The question is, when the first view installed, the second view is expired and should not install. This is the key to solve this problem.

How to solve
• Add a parameter named base_view in app_data struct, that means which view is the base of this new view.(the current view when this new view generated).
• When learn a view_msg, compare the current view nodeno that learned (maybe not installed completely) and this view_msg’s base_view nodeno.
• If this view_msg’s base nodeno bigger than current view nodeno, that means this view is new and should be install. Otherwise, means this view is expired and should drop it.
I tried this, and it does solve this problem.

The last comment's suggest is not good enough. I find a better way to solve it.
in bool Gcs_xcom_control::xcom_receive_global_view

1.Record last view and current member_ids, this member_ids is different from current_member it will pretend expel members have kicked out for checking view confliction.

2.refresh member_ids when last_view is empty or last view is not equals to current view. 

3.pretend expel members is kicked out. erase it from member_ids

4.after pretend kick, check member_ids count

5.drop view that will lead to one member online.

Hi,

I do understand what you did
 - start 3 nodes
 - kill network
 - only master node is alive, other ones are disconnected

but I don't understand what you consider a bug here? 

I  understand you might like different behavior but I don't see how behaving as is is a bug.

thanks
Bogdan

1.By analysis the code, I found that this situation is because MGR apply a expired view msg. 
2.And I think only major members can make a decision.

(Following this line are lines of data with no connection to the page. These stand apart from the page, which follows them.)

/**
 * Log-in accounts and sessions (lib/store/accounts), on SQLite in memory. User names, display names and passwords here
 * are INVENTED.
 */
import { afterEach, beforeEach, describe, expect, it } from "vitest";
import {
  LOCKOUT_FAILURES,
  LOCKOUT_MINUTES,
  LOG_IN_REFUSED,
  SESSION_HOURS,
  SESSION_IDLE_MINUTES,
  confirmPassword,
  accountsEnabled,
  createAccount,
  hashPassword,
  listAccounts,
  logIn,
  logOut,
  sessionAccount,
  unlockAccount,
  lockedOut,
  setAccountDisabled,
  setAccountPassword,
  verifyPassword,
} from "../../lib/store/accounts";
import { closeDb, getDb } from "../../lib/store/db";

/** Who changes accounts in these tests (the CLI passes `cli:<os user>`); INVENTED. */
const ADMIN = "cli:operator";

const PASSWORD = "correct horse battery"; // INVENTED
const clinician = () =>
  createAccount({ username: "jdoe", displayName: "Dr J Doe (invented)", role: "clinician", password: PASSWORD }, ADMIN);

describe("password hashing", () => {
  it("checks a password against the scrypt test vector of RFC 7914 §12 (Percival & Josefsson 2016; vector recalled, node:crypto gives the same)", async () => {
    // scrypt(P = "password", S = "NaCl", N = 1024, r = 8, p = 16, dkLen = 64)
    const rfc =
      "fdbabe1c9d3472007856e7190d01e9fe7c6ad7cbc8237830e77376634b3731622eaf30d92e22a3886ff109279d9830dac727afb94a83ee6d8360cbdfa2cc0640";
    const stored = [
      "scrypt",
      1024,
      8,
      16,
      Buffer.from("NaCl").toString("base64"),
      Buffer.from(rfc, "hex").toString("base64"),
    ].join("$");
    expect(await verifyPassword("password", stored)).toBe(true);
    expect(await verifyPassword("Password", stored)).toBe(false);
  });

  it("salts each hash (two hashes of one password differ) and verifies its own hashes", async () => {
    const a = hashPassword(PASSWORD);
    const b = hashPassword(PASSWORD);
    expect(a).not.toBe(b);
    expect(a.split("$").slice(0, 4)).toEqual(["scrypt", "131072", "8", "1"]);
    expect(await verifyPassword(PASSWORD, a)).toBe(true);
    expect(await verifyPassword(PASSWORD + " ", a)).toBe(false);
    expect(await verifyPassword(PASSWORD, "not-a-hash")).toBe(false);
  });
});

describe("accounts and sessions", () => {
  beforeEach(() => {
    process.env.CPET_DB = ":memory:";
    closeDb();
  });
  afterEach(() => closeDb());

  it("needs no log-in until an enabled account exists, and again once every account is disabled", () => {
    expect(accountsEnabled()).toBe(false);
    expect(clinician().ok).toBe(true);
    expect(accountsEnabled()).toBe(true);
    expect(setAccountDisabled("jdoe", true, ADMIN)).toBe(true);
    expect(accountsEnabled()).toBe(false);
    expect(listAccounts().map((a) => [a.username, a.disabled])).toEqual([["jdoe", true]]);
  });

  it("refuses bad user names, roles, short passwords, passwords holding the user name, taken names and names the PDF cannot print", () => {
    const base = { displayName: "Dr A (invented)", role: "clinician" as const, password: PASSWORD };
    expect(createAccount({ ...base, username: "a" }, ADMIN).ok).toBe(false);
    expect(createAccount({ ...base, username: "has space" }, ADMIN).ok).toBe(false);
    expect(createAccount({ ...base, username: "ann", password: "short" }, ADMIN)).toEqual({
      ok: false,
      reason: "the password must have at least 10 characters",
    });
    expect(createAccount({ ...base, username: "ann", password: "ann-is-my-password" }, ADMIN).ok).toBe(false);
    expect(createAccount({ ...base, username: "ann", role: "nurse" as never }, ADMIN).ok).toBe(false);
    expect(createAccount({ ...base, username: "ann", displayName: "Dr 王 (invented)" }, ADMIN)).toMatchObject({ ok: false });
    expect(createAccount({ ...base, username: "Ann" }, ADMIN)).toMatchObject({ ok: true, account: { username: "ann" } });
    expect(createAccount({ ...base, username: "ann" }, ADMIN)).toEqual({ ok: false, reason: 'user name "ann" is taken' });
  });

  it("opens a session for the right password only, with one message for every refusal, and audits each attempt", async () => {
    clinician();
    createAccount({ username: "off", displayName: "Off (invented)", role: "physiologist", password: PASSWORD }, ADMIN);
    setAccountDisabled("off", true, ADMIN);
    expect(await logIn("jdoe", "wrong password here")).toEqual({ ok: false, reason: LOG_IN_REFUSED });
    expect(await logIn("nobody", PASSWORD)).toEqual({ ok: false, reason: LOG_IN_REFUSED });
    expect(await logIn("off", PASSWORD)).toEqual({ ok: false, reason: LOG_IN_REFUSED });
    const ok = await logIn(" JDoe ", PASSWORD);
    expect(ok.ok).toBe(true);
    if (!ok.ok) return;
    expect(ok.token).toMatch(/^[A-Za-z0-9_-]{43}$/);
    expect(sessionAccount(ok.token)?.username).toBe("jdoe");
    expect(sessionAccount(ok.token + "x")).toBeNull();
    // the token itself is never stored, only its SHA-256
    const stored = getDb().prepare("select token_sha256 from sessions").all() as { token_sha256: string }[];
    expect(stored).toHaveLength(1);
    expect(stored[0].token_sha256).not.toContain(ok.token);
    const audit = getDb().prepare("select actor, action, detail from audit order by id").all();
    expect(audit).toEqual(
      expect.arrayContaining([
        { actor: "jdoe", action: "log-in-failed", detail: "wrong password" },
        { actor: "nobody", action: "log-in-failed", detail: "unknown user name" },
        { actor: "off", action: "log-in-failed", detail: "account disabled" },
        { actor: "jdoe", action: "log-in", detail: null },
      ]),
    );
  });

  it("ends a session on log-out, after SESSION_HOURS, after SESSION_IDLE_MINUTES unused, when the account is disabled and when its password is set again", async () => {
    clinician();
    const t0 = new Date("2026-12-05T08:00:00Z");
    const a = await logIn("jdoe", PASSWORD, t0);
    if (!a.ok) throw new Error("log-in refused");
    // used every 20 min it lives until SESSION_HOURS after log-in, and not a second longer
    const minutes = (m: number) => new Date(t0.getTime() + m * 60_000);
    for (let m = 20; m < SESSION_HOURS * 60; m += 20) expect(sessionAccount(a.token, minutes(m))?.username).toBe("jdoe");
    expect(sessionAccount(a.token, minutes(SESSION_HOURS * 60 - 1 / 60))?.username).toBe("jdoe");
    expect(sessionAccount(a.token, minutes(SESSION_HOURS * 60 + 1 / 60))).toBeNull();
    // left unused for SESSION_IDLE_MINUTES it ends (NIST SP 800-63B, 30 min, recalled)
    const idle = await logIn("jdoe", PASSWORD, t0);
    if (!idle.ok) throw new Error("log-in refused");
    expect(sessionAccount(idle.token, minutes(SESSION_IDLE_MINUTES - 1))?.username).toBe("jdoe");
    expect(sessionAccount(idle.token, minutes(2 * SESSION_IDLE_MINUTES))).toBeNull();

    const b = await logIn("jdoe", PASSWORD);
    if (!b.ok) throw new Error("log-in refused");
    logOut(b.token);
    expect(sessionAccount(b.token)).toBeNull();

    const c = await logIn("jdoe", PASSWORD);
    if (!c.ok) throw new Error("log-in refused");
    setAccountDisabled("jdoe", true, ADMIN);
    setAccountDisabled("jdoe", false, ADMIN);
    expect(sessionAccount(c.token)).toBeNull();

    const d = await logIn("jdoe", PASSWORD);
    if (!d.ok) throw new Error("log-in refused");
    expect(setAccountPassword("jdoe", "another long password", ADMIN).ok).toBe(true);
    expect(sessionAccount(d.token)).toBeNull();
    expect((await logIn("jdoe", PASSWORD)).ok).toBe(false);
    expect((await logIn("jdoe", "another long password")).ok).toBe(true);
  });

  it(`refuses even the right password after ${LOCKOUT_FAILURES} failures within ${LOCKOUT_MINUTES} minutes, and accepts it once they pass`, async () => {
    clinician();
    const t0 = new Date();
    for (let i = 0; i < LOCKOUT_FAILURES; i++) expect((await logIn("jdoe", "wrong password here", t0)).ok).toBe(false);
    const locked = await logIn("jdoe", PASSWORD, t0);
    expect(locked).toMatchObject({ ok: false });
    expect(locked.ok ? "" : locked.reason).toContain("Too many failed attempts");
    expect((await logIn("jdoe", PASSWORD, new Date(t0.getTime() + (LOCKOUT_MINUTES + 1) * 60_000))).ok).toBe(true);
  });

  it("attempts refused while locked do not keep the lock going, and an unlock lifts it at once", async () => {
    clinician();
    const t0 = new Date();
    for (let i = 0; i < LOCKOUT_FAILURES; i++) await logIn("jdoe", "wrong password here", t0);
    expect(lockedOut("jdoe", t0)).toBe(true);
    // an attacker keeps trying during the lock: refused, audited as locked, not counted
    for (let i = 0; i < 3; i++) expect((await logIn("jdoe", "wrong password here", t0)).ok).toBe(false);
    const actions = (getDb().prepare("select action from audit where actor = 'jdoe'").all() as { action: string }[]).map(
      (r) => r.action,
    );
    expect(actions.filter((a) => a === "log-in-failed")).toHaveLength(LOCKOUT_FAILURES);
    expect(actions.filter((a) => a === "log-in-locked")).toHaveLength(3);
    expect(unlockAccount("jdoe", ADMIN)).toBe(true);
    expect(lockedOut("jdoe")).toBe(false);
    expect((await logIn("jdoe", PASSWORD)).ok).toBe(true);
  });

  it("a signature's password check counts a wrong password as a failed log-in", async () => {
    clinician();
    expect(await confirmPassword("jdoe", PASSWORD)).toBe(true);
    expect(await confirmPassword("jdoe", "not the password")).toBe(false);
    const failed = getDb().prepare("select detail from audit where action = 'log-in-failed' and actor = 'jdoe'").all();
    expect(failed).toEqual([{ detail: "wrong password at signing" }]);
    expect(await confirmPassword("nobody", PASSWORD)).toBe(false);
  });
});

The fact is, primary kicks both secondary out. 
3.I don't think one-member can provide service, because when two secondary is not reachable, MGR will hang all the transactions. 

so I consider it as a bug. I just report it, in case of data loose. Our team treat it as a bug, and will fix it.

Hi,

Well I did verify the behavior. I'm not 100% sure if it's a bug or not so I'll leave it to replication team to decide if they want to "fix" it or leave it as is. I will set it to "verified".

Thank you for your report!

kind regards
Bogdan

Thanks!

This violates the terms of mencius, This bug also affected me.